::: Information supplied :::
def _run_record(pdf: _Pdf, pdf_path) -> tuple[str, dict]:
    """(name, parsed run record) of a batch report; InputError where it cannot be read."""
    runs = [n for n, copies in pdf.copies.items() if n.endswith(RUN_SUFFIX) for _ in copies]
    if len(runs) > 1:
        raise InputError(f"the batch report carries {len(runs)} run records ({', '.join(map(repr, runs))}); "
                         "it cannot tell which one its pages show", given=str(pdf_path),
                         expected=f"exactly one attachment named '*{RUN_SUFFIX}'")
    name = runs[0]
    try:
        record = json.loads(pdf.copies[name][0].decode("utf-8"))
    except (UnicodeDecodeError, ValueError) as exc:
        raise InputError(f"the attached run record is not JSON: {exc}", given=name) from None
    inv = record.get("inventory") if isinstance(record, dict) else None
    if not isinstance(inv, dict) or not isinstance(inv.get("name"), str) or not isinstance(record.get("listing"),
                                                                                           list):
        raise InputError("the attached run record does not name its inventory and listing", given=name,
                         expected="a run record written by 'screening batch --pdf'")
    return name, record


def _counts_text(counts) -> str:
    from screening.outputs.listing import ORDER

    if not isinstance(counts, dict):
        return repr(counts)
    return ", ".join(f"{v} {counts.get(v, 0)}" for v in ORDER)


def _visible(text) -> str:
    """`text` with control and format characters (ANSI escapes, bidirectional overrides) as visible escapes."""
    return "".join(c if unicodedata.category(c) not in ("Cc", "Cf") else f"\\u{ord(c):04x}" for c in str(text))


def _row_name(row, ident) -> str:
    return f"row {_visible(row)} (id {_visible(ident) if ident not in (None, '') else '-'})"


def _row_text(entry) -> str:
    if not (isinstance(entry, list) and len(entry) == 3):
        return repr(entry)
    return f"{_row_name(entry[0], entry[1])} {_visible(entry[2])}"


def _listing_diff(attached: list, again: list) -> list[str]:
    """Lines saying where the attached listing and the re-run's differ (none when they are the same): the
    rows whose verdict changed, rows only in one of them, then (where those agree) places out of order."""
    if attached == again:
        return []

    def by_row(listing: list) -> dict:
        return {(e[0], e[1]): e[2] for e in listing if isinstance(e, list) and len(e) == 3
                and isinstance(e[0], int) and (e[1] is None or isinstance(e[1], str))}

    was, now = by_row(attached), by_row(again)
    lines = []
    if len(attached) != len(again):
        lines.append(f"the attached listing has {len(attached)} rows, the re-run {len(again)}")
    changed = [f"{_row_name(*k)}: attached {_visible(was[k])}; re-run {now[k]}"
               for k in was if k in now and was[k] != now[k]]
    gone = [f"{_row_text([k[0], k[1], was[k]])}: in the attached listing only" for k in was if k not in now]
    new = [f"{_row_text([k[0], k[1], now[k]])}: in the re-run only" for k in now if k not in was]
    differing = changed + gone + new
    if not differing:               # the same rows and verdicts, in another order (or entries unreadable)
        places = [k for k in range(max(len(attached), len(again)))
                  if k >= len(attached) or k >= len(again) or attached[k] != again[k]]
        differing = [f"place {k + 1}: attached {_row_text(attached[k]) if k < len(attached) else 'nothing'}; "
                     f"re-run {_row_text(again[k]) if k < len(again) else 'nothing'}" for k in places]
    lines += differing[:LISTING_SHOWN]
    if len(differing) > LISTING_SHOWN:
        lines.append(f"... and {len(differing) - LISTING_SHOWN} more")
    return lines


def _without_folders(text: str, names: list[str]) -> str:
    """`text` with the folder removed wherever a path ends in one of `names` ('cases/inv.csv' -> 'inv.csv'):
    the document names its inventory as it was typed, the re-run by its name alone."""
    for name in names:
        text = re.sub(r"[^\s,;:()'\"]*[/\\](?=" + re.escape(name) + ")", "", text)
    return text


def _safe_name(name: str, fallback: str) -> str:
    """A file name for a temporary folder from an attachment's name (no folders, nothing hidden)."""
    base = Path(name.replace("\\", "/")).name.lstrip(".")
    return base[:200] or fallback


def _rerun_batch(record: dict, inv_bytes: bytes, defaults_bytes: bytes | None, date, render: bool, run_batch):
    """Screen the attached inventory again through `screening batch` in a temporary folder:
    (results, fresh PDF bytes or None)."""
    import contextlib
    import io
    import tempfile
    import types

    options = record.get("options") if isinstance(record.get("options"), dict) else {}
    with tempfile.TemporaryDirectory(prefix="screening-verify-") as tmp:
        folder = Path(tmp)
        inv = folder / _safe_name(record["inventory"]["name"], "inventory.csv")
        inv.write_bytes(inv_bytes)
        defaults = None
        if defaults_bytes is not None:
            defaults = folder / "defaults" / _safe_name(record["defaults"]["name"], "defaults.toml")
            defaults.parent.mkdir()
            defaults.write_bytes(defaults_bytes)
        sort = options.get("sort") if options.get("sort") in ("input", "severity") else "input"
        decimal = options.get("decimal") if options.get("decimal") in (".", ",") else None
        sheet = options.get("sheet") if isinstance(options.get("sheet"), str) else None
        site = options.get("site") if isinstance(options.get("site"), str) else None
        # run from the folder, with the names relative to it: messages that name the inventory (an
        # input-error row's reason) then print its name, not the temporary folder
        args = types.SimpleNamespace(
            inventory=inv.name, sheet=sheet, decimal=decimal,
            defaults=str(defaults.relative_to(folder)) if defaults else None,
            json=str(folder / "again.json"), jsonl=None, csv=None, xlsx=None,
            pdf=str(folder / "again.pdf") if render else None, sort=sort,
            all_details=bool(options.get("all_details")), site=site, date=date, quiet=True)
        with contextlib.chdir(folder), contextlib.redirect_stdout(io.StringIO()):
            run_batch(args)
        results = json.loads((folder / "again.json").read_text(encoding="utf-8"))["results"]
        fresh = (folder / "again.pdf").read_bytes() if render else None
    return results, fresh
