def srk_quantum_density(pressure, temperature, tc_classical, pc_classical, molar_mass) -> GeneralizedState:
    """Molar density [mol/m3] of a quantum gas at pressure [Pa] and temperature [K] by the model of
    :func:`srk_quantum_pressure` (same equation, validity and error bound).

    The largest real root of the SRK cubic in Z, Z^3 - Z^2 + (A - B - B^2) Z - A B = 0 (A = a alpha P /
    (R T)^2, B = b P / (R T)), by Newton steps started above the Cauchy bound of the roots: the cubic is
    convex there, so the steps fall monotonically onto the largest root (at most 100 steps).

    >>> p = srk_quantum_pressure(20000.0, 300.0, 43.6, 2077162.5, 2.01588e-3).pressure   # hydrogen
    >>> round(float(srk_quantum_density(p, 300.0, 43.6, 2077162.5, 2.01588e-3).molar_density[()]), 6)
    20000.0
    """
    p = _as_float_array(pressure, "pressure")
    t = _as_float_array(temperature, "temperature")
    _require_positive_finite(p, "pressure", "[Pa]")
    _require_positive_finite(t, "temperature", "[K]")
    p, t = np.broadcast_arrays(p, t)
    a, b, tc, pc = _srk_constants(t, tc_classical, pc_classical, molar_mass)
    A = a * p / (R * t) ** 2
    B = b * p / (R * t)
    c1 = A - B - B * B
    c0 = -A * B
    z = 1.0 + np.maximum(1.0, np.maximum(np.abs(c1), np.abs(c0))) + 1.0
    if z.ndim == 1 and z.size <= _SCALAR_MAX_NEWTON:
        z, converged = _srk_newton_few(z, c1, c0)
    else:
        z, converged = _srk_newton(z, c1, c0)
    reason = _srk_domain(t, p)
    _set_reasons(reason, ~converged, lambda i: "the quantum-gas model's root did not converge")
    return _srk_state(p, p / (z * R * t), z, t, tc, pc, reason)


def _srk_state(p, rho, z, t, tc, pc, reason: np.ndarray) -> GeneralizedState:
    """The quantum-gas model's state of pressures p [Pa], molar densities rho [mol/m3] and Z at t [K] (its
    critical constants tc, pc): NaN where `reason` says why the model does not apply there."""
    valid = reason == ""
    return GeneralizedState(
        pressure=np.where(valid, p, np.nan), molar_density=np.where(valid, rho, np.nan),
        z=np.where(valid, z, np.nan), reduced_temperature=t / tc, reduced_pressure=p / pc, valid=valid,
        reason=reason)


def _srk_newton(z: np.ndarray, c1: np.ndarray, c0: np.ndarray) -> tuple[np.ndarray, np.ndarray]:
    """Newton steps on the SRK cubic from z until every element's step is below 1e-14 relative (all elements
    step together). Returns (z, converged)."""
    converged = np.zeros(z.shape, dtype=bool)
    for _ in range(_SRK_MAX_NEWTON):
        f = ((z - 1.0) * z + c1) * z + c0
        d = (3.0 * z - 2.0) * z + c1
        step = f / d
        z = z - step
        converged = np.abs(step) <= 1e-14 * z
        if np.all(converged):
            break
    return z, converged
:::
- **Action item**
Working from the records above, write out verbatim only the lines from the line containing "z, converged = _srk_newton(z, c1, c0)" through the line containing "def _srk_state(p, rho, z, t, tc, pc, reason: np.ndarray)".

- **Solution**
        z, converged = _srk_newton(z, c1, c0)
    reason = _srk_domain(t, p)
    _set_reasons(reason, ~converged, lambda i: "the quantum-gas model's root did not converge")
    return _srk_state(p, p / (z * R * t), z, t, tc, pc, reason)


def _srk_state(p, rho, z, t, tc, pc, reason: np.ndarray) -> GeneralizedState:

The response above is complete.